CCHS Genotype/CCHS Phenotype

It is generally believed that that more alanine expansion the patient has, the more complex the CCHS phenotype is. NPARMs are generally seen as more severely affected than PARMs. But each CCHS patient is unique: there are 20/27 patients that are vent dependent 24 hours a day/seven days a week, while other 20/27 patients are night-only vent dependent. The same is true for NPARMs, while many are complex some are very mild. The CCHS phenotype is very variable. Each case then has to be viewed and treated based on symptoms presented by the patient, as well as considering the mutation number and type to give clues as to how the condition may present. To rely simply on the mutation number or type as an “absolute” description of phenotype is ill-advised.


CCHS Mosaics

Mosaic is a difficult term to define and understand. A human body is made up of TRILLIONS of cells. When we talk about a person’s genotype (the genes a person has)–we would say that for most people all these cells have the SAME genetic information in them (this is a very simplistic way of looking at it). Therefore, in a “normal” person–the genotype is identical in each cell.

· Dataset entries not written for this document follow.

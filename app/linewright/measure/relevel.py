"""The pseudo-continuum once more, with the fitted features taken out.

In crowds few samples are free of lines and the level of a block is drawn down a little.
Divided by the fitted features, the samples scatter about the level as noise does: whatever
the fits left is seen by the same mixture that found the level at first.
"""

from __future__ import annotations

from dataclasses import replace

import numpy as np

from .continuum import ROUGH, smooth_run
from .groups import backgrounds
from .level import SAMPLES, block_levels
from .prepare import Prepared, nodes_of

CROWDED = 0.4  # share of samples with a fitted feature over them that asks for it
OVER = 0.5  # sigmas of a feature at a sample that count
DEEP = 0.5  # depth of the model beyond which a sample says little about the level
EAGER = 1.8  # the fits hide part of the error of the level: a third comes out in one round
MISFIT = 1.6  # reduced chi-square beyond which the fits leave more than noise behind
MOST = 0.03  # largest change of the level


def relevelled(ready: Prepared, found, fitted) -> Prepared | None:
    """The segment under the corrected continuum; None where the first one serves.

    found, fitted: the features and their fits, as ``segment_features`` has them.
    """
    t = ready.trace
    _, model = backgrounds(t, fitted.params, found.own)
    busy = np.abs(model[t.good]) > OVER * t.noise[t.good]
    shapeless = np.nanmedian(fitted.misfit) if len(fitted.misfit) else np.inf
    if busy.mean() < CROWDED or shapeless > MISFIT:
        return None
    usable = t.good & (np.abs(model) < DEEP)
    return under_level(ready, model, usable, 0.0, EAGER)


def under_level(ready: Prepared, model, usable, share: float, eager: float) -> Prepared:
    """The segment under the level of ``usable`` samples (n,) divided by 1 - ``model`` (n,).

    share: of a block's samples that must be usable, or its level stays; eager: power of
    the change.
    """
    t, last = ready.trace, ready.level
    change, error = _change(ready, model, usable, share)
    level = last.level * change**eager
    run = smooth_run(t.wave, last.centre, level)
    ratio = last.run / run
    y, noise = 1.0 - (1.0 - t.y) * ratio, t.noise * ratio
    error = np.maximum(last.error, error)
    trace = replace(t, y=y, noise=noise, level_err=np.interp(t.wave, last.centre, error))
    new = replace(last, level=level, error=error, run=run, y=y, noise=noise)
    return replace(ready, trace=trace, level=new, nodes=nodes_of(trace, new))


def _change(ready, model, usable, share: float) -> tuple[np.ndarray, np.ndarray]:
    """(factor, its error) for every node of the continuum, each (k,)."""
    t, last = ready.trace, ready.level
    middle = 0.5 * (last.centre[1:] + last.centre[:-1])
    block = np.searchsorted(middle, t.wave)
    rest = (1.0 - t.y) / (1.0 - model)
    noise = t.noise / (1.0 - model)
    change, error = np.ones(len(last.centre)), np.zeros(len(last.centre))
    probs = (np.arange(SAMPLES) + 0.5) / SAMPLES
    members = [np.flatnonzero(usable & (block == k)) for k in range(len(change))]
    whole = np.bincount(block[t.good], minlength=len(change))
    rows = [k for k, m in enumerate(members) if len(m) >= max(40, share * whole[k])]
    if not rows:
        return change, error
    samples = np.array([np.quantile(rest[members[k]], probs) for k in rows])
    sigma = np.array([np.hypot(np.median(noise[members[k]]), ROUGH) for k in rows])
    length = 1.0 + 2.0 * t.correlation[1:].sum()
    weight = np.array([len(members[k]) / length / SAMPLES for k in rows])
    found, error[rows] = block_levels(samples, sigma, weight)
    change[rows] = np.clip(found, 1.0 - MOST, 1.0 + MOST)
    return change, np.minimum(error, MOST)
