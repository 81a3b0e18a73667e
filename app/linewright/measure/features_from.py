"""Feature tables from columns that someone else measured."""

from __future__ import annotations

import numpy as np

from ..errors import InputRefused
from .features import FeatureTable

GAUSSIAN_AREA = 0.5 * np.sqrt(np.pi / np.log(2.0))  # area / (height * FWHM) = 1.0644670194
KINDS = {"absorption": 1, "emission": -1, "": 1}


def _column(values, n: int, name: str) -> np.ndarray:
    if values is None:
        return np.full(n, np.nan)
    column = np.broadcast_to(np.asarray(values, dtype=float), (n,)).copy()
    if name == "wave_err" and np.any(column <= 0):
        raise InputRefused(
            "feature table", "wave_err holds zero or negative values",
            "give positive one-sigma errors in Angstrom or leave the column out",
        )
    return column


def _signs(kind, depth: np.ndarray) -> np.ndarray:
    if kind is None:
        return np.where(depth < 0, -1, 1)
    kinds = np.broadcast_to(np.asarray(kind), depth.shape)
    if kinds.dtype.kind in "if":
        return np.where(kinds < 0, -1, 1)
    words = [str(k).strip().lower() for k in kinds]
    unknown = sorted(set(words) - set(KINDS))
    if unknown:
        raise InputRefused(
            "feature table", f"kind '{unknown[0]}' is not known", "write absorption or emission"
        )
    return np.array([KINDS[w] for w in words], dtype=int)


def features_from_columns(
    wave_vac, wave_err=None, depth=None, fwhm=None, kind=None, **extra
) -> FeatureTable:
    """A FeatureTable of n features sorted by wavelength.

    wave_vac: vacuum Angstrom, shape (n,); the other columns are arrays or one number.
    depth is positive in absorption, negative in emission; kind: 'absorption' or
    'emission' words (or +1, -1); where kind says emission, depth takes its sign.
    extra: significance, depth_err, fwhm_err, ew, ew_err (milliangstrom), continuum,
    segment. The equivalent width follows from depth and FWHM as a Gaussian's where
    it is not given. Raises InputRefused on an empty or non-finite wave column.
    """
    wave = np.atleast_1d(np.asarray(wave_vac, dtype=float))
    if wave.ndim != 1 or not len(wave) or not np.all(np.isfinite(wave)) or np.any(wave <= 0):
        raise InputRefused(
            "feature table", "the wave column is empty or holds values that are no wavelength",
            "give one positive wavelength in Angstrom per feature",
        )
    n = len(wave)
    depth = _column(depth, n, "depth")
    sign = _signs(kind, depth)
    depth = np.abs(depth) * sign
    fwhm = _column(fwhm, n, "fwhm")
    ew = _column(extra.pop("ew", None), n, "ew")
    ew = np.where(np.isfinite(ew), np.abs(ew) * sign, 1e3 * GAUSSIAN_AREA * depth * fwhm)
    segment = np.broadcast_to(extra.pop("segment", 0), (n,)).astype(int)
    names = ("significance", "depth_err", "fwhm_err", "ew_err", "continuum")
    rest = {name: _column(extra.pop(name, None), n, name) for name in names}
    if extra:
        raise TypeError(f"unknown column {sorted(extra)[0]!r}")
    order = np.lexsort((wave, segment))
    columns = dict(
        segment=segment, component=np.zeros(n, dtype=int), sign=sign, wave=wave,
        wave_err=_column(wave_err, n, "wave_err"), depth=depth, fwhm=fwhm, ew=ew, **rest,
    )
    return FeatureTable(
        number=np.arange(1, n + 1),
        flags=("",) * n,
        **{name: np.array(column)[order] for name, column in columns.items()},
    )
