"""Whether an uncertainty array tells the truth about the scatter of the samples.

An array is believed unless the samples speak against it: their highest frequencies, which
no line reaches, or second differences of a spectrum most of which is free of lines.
Crowded lines scatter samples, so they prove nothing; correlated samples scatter less at
short distances, so that proves nothing either.
"""

from __future__ import annotations

import numpy as np

TOO_SMALL = 1.25  # scatter over array beyond which the array is raised
TOO_LARGE = 0.7  # and below which it is lowered
RESOLVED = 2.6  # samples per FWHM below which lines reach the highest frequencies


def scale_of(given, noise, floor, pixels: float, sure: bool, good) -> tuple[float, str]:
    """(factor for the array, evidence in words); factor 1 where it stands.

    given: the array, (n,); noise: Noise from the samples; floor: Floor or None; pixels:
    samples per FWHM; sure: most samples are free of lines; good: usable samples.
    """
    whole = float(np.median(noise.sigma[good] / given[good]))
    if floor is None:
        return _outside(whole, whole, "scatter of the samples") if sure else (1.0, "")
    top = float(np.median(floor.sigma[good] / given[good]))
    if floor.flat or floor.white and top > 1.0 and pixels >= RESOLVED:
        return _outside(top, top, "highest frequencies of the samples")
    if sure and not floor.white:
        # correlated samples: the whole scatter counts, and only upwards
        return _outside(whole, max(whole, 1.0), "scatter of the samples between lines")
    return 1.0, ""


def _outside(value: float, factor: float, words: str) -> tuple[float, str]:
    return (1.0, "") if TOO_LARGE < value < TOO_SMALL or factor == 1.0 else (factor, words)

A mosaic individual has cells with different DNA information in them–all the cells are not the same. In a CCHS mosaics – some of the cells will be 20/20 others will be 20/27. Because the change is not in every cell it is hard to find them. That is why the specialist says that there is a 50/50 chance of finding the “unique” cell(s) in a 100 test sample. How many cells are damaged depends on when, post-zygotically, the mutation occurred.

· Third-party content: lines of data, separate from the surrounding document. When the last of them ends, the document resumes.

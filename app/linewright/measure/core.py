"""Measure a spectrum: noise, pseudo-continuum, line width, features and their profiles."""

from __future__ import annotations

from dataclasses import replace
from itertools import count

import numpy as np

from ..errors import InputRefused
from ..progress import Progress
from .features import FeatureTable
from .finding import filter_runs, segment_features
from .matched import expected_false, threshold_for
from .options import Measurement, MeasureOptions
from .prepare import prepare
from .table import spike_table

USUAL = 30  # reports after which half of a part is called done


def measure_spectrum(spectrum, options: MeasureOptions = MeasureOptions(), progress=None):
    """Measure every significant peak and trough: a Measurement.

    spectrum: linewright Spectrum; options: MeasureOptions; progress: Progress or None.
    Raises InputRefused when no segment holds enough usable samples, Cancelled on cancel.
    """
    progress = progress or Progress()
    warnings: list[str] = []
    prepared = []
    for i, segment in enumerate(spectrum.segments):
        tick = _ticker(progress, "measuring noise and continuum", 0.5, i, len(spectrum.segments))
        prepared.append(prepare(segment, options, warnings, tick))
    if all(p is None for p in prepared):
        raise InputRefused(
            spectrum.path or spectrum.name or "spectrum", "no stretch of 30 usable samples in it",
            "check the mask, the flux column and the ranges asked for",
        )
    filtered = [filter_runs(p) if p is not None else [] for p in prepared]
    pieces = [piece for runs in filtered for f in runs for piece in f.pieces]
    threshold = options.threshold or threshold_for(pieces)
    tables = []
    for i, (ready, runs) in enumerate(zip(prepared, filtered)):
        tick = _ticker(progress, "finding and fitting features", 0.4, i, len(prepared), 0.6)
        if ready is not None:
            ready = replace(ready, tick=tick)
            table, prepared[i] = segment_features(ready, runs, threshold, i, tick)
            tables.append(table)
            tables.append(spike_table(ready.trace, ready.nodes, ready.spikes, i))
    progress.report("measured", 1.0)
    return Measurement(
        features=_join(tables),
        segments=tuple(p.nodes if p is not None else None for p in prepared),
        threshold=float(threshold),
        trials=float(sum(2 * n for n, _ in pieces)),
        expected_false=expected_false(threshold, pieces),
        coverage=_coverage(prepared),
        warnings=tuple(dict.fromkeys(warnings)),
    )


def _ticker(progress, stage: str, share: float, i: int, of: int, begin: float = 0.0):
    """Reports within the i-th of ``of`` equal parts, ever smaller steps towards its end."""
    steps = count(1)

    def tick():
        n = next(steps)
        done = i + n / (n + USUAL)
        progress.report(stage, begin + share * done / of)

    progress.report(stage, begin + share * i / of)
    return tick


def filtered_runs_of(spectrum, options: MeasureOptions):
    """(samples, neighbour correlation) of every stretch, as ``expected_false`` takes them."""
    prepared = [prepare(s, options, []) for s in spectrum.segments]
    return [piece for p in prepared if p for f in filter_runs(p) for piece in f.pieces]


def _join(tables) -> FeatureTable:
    names = [n for n in FeatureTable.__dataclass_fields__ if n != "flags"]
    columns = {n: np.concatenate([getattr(t, n) for t in tables]) for n in names}
    flags = tuple(f for t in tables for f in t.flags)
    table = FeatureTable(**columns, flags=flags)
    table = table.take(np.lexsort((table.wave, table.segment)))
    return replace(table, number=np.arange(1, len(table) + 1))


def _coverage(prepared):
    ranges = sorted(
        (float(p.trace.wave[r.start]), float(p.trace.wave[r.stop - 1]))
        for p in prepared if p is not None for r in p.runs
    )
    merged: list[tuple[float, float]] = []
    for low, high in ranges:
        if merged and low <= merged[-1][1]:
            merged[-1] = (merged[-1][0], max(high, merged[-1][1]))
        else:
            merged.append((low, high))
    return tuple(merged)
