"""The pseudo-continuum once more, from the samples that no feature touches.

Lines too weak to stand out of single samples draw the level of a block down by nearly
their mean. The matched filters see them: where either stands out in absorption or in
emission alike, the samples around are left out, and the rest gives the level.
"""

from __future__ import annotations


import numpy as np

from .prepare import Prepared
from .relevel import under_level

LOUD = 3.5  # sigmas of either filter, up or down, beyond which samples are left out
AROUND = 1.0  # line widths on either side
ENOUGH = 0.7  # share of a block that must be left


def without_lines(ready: Prepared, filtered) -> Prepared | None:
    """The segment under a continuum from samples free of features; None where too few are.

    filtered: filter outputs of each stretch, as ``filter_runs`` gives them.
    """
    t = ready.trace
    free = np.zeros(len(t.y), dtype=bool)
    for run, f in zip(ready.runs, filtered, strict=True):
        loud = np.maximum(np.abs(f.level), np.abs(f.curve)) > LOUD
        reach = int(AROUND * np.median(f.fwhm)) + 1
        near = np.convolve(loud, np.ones(2 * reach + 1), mode="full")[reach : reach + len(loud)]
        free[run] = t.good[run] & (near < 0.5)
    if not free.any():
        return None
    return under_level(ready, np.zeros(len(t.y)), free, ENOUGH, 1.0)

Again, let’s look at it in a simple way. If we are looking at a PARM mutation occurring de novo, pre-zygotically (before fertilization of the egg by the sperm) when that fertilization occurs and the zygote forms (one big cell) the genotype is established in all cells. That one cell starts to divide into 2, 4, 8, 16, 32… ball of cells -> all identical. Fetus develops, all the cells have the PARM mutation -> child born with CCHS.

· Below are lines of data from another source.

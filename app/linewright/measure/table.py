"""Fitted parameters as rows of a FeatureTable."""

from __future__ import annotations

import numpy as np

from .features import FeatureTable
from .gauss import FWHM_PER_SIGMA, GAUSSIAN_AREA


def fitted_table(ready, found, fitted, segment: int) -> FeatureTable:
    """FeatureTable of fitted features, depths against the continuum under the veil."""
    own, sign, significance = found.own, found.sign, found.significance
    p, e = fitted.params, fitted.errors
    m = len(p)
    base = np.interp(p[:, 1], ready.trace.wave, ready.trace.veil)
    base = np.where(own, 0.0, np.minimum(base, 0.98))
    p, e = p.copy(), e.copy()
    p[:, 0] /= 1.0 - base
    e[:, [0, 3]] /= (1.0 - base)[:, None]
    fwhm = FWHM_PER_SIGMA * np.exp(p[:, 2])
    counts = np.bincount(fitted.group, minlength=1) if m else np.zeros(1, dtype=int)
    blend = counts[fitted.group] > 1 if m else np.zeros(0, dtype=bool)
    first = np.r_[True, np.diff(fitted.group) != 0] if m else np.zeros(0, dtype=bool)
    start = np.maximum.accumulate(np.where(first, np.arange(m), 0)) if m else np.zeros(0, int)
    component = np.where(blend, np.arange(m) - start + 1, 0)
    flags = [
        " ".join(w for w, on in (("blend", b), ("fallback", f), ("wing", w)) if on)
        for b, f, w in zip(blend, fitted.trouble, np.abs(base) > 0.02)
    ]
    return FeatureTable(
        number=np.arange(1, m + 1), segment=np.full(m, segment), component=component,
        sign=sign, wave=p[:, 1], wave_err=e[:, 1], significance=significance,
        depth=p[:, 0], depth_err=e[:, 0], fwhm=fwhm, fwhm_err=e[:, 2],
        ew=1e3 * GAUSSIAN_AREA * p[:, 0] * fwhm, ew_err=1e3 * e[:, 3],
        continuum=np.interp(p[:, 1], ready.trace.wave, ready.flux_level) * (1.0 - base),
        flags=tuple(flags),
    )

Mosaics pre-zygotically have 2 normal PHOX2B genes. Fertilization occurs and the zygote is “normal” for PHOX2B. The zygote starts to divide 2, 4, 8, 16, 32… in one of these cells PHOX2B mutates after the zygote has formed (mosaicism due to POST zygotic mutation) all cells formed from this cell line will be damaged. All cells formed from other zygotic cells are normal. So a CCHS mosaic has some cells 20/20 and some cells 20/27. Since not every cell is abnormal it is harder to find them by testing (although it can be done). Mosaics can also be asymptomatic or have mild CCHS disease. But, they can also pass the CCHS genotype to offspring. The transmission, however, does not follow a typical dominant transmission pattern. Oftentimes mosaic parents are diagnosed after the birth of a CCHS child.


Genetic Testing of CCHS

A CCHS diagnosis can now be validated with genetic testing. There are several genetic testing labs in the United States (link to testing centers in resource section). Many labs can also now assist in prenatal/preimplantation screening.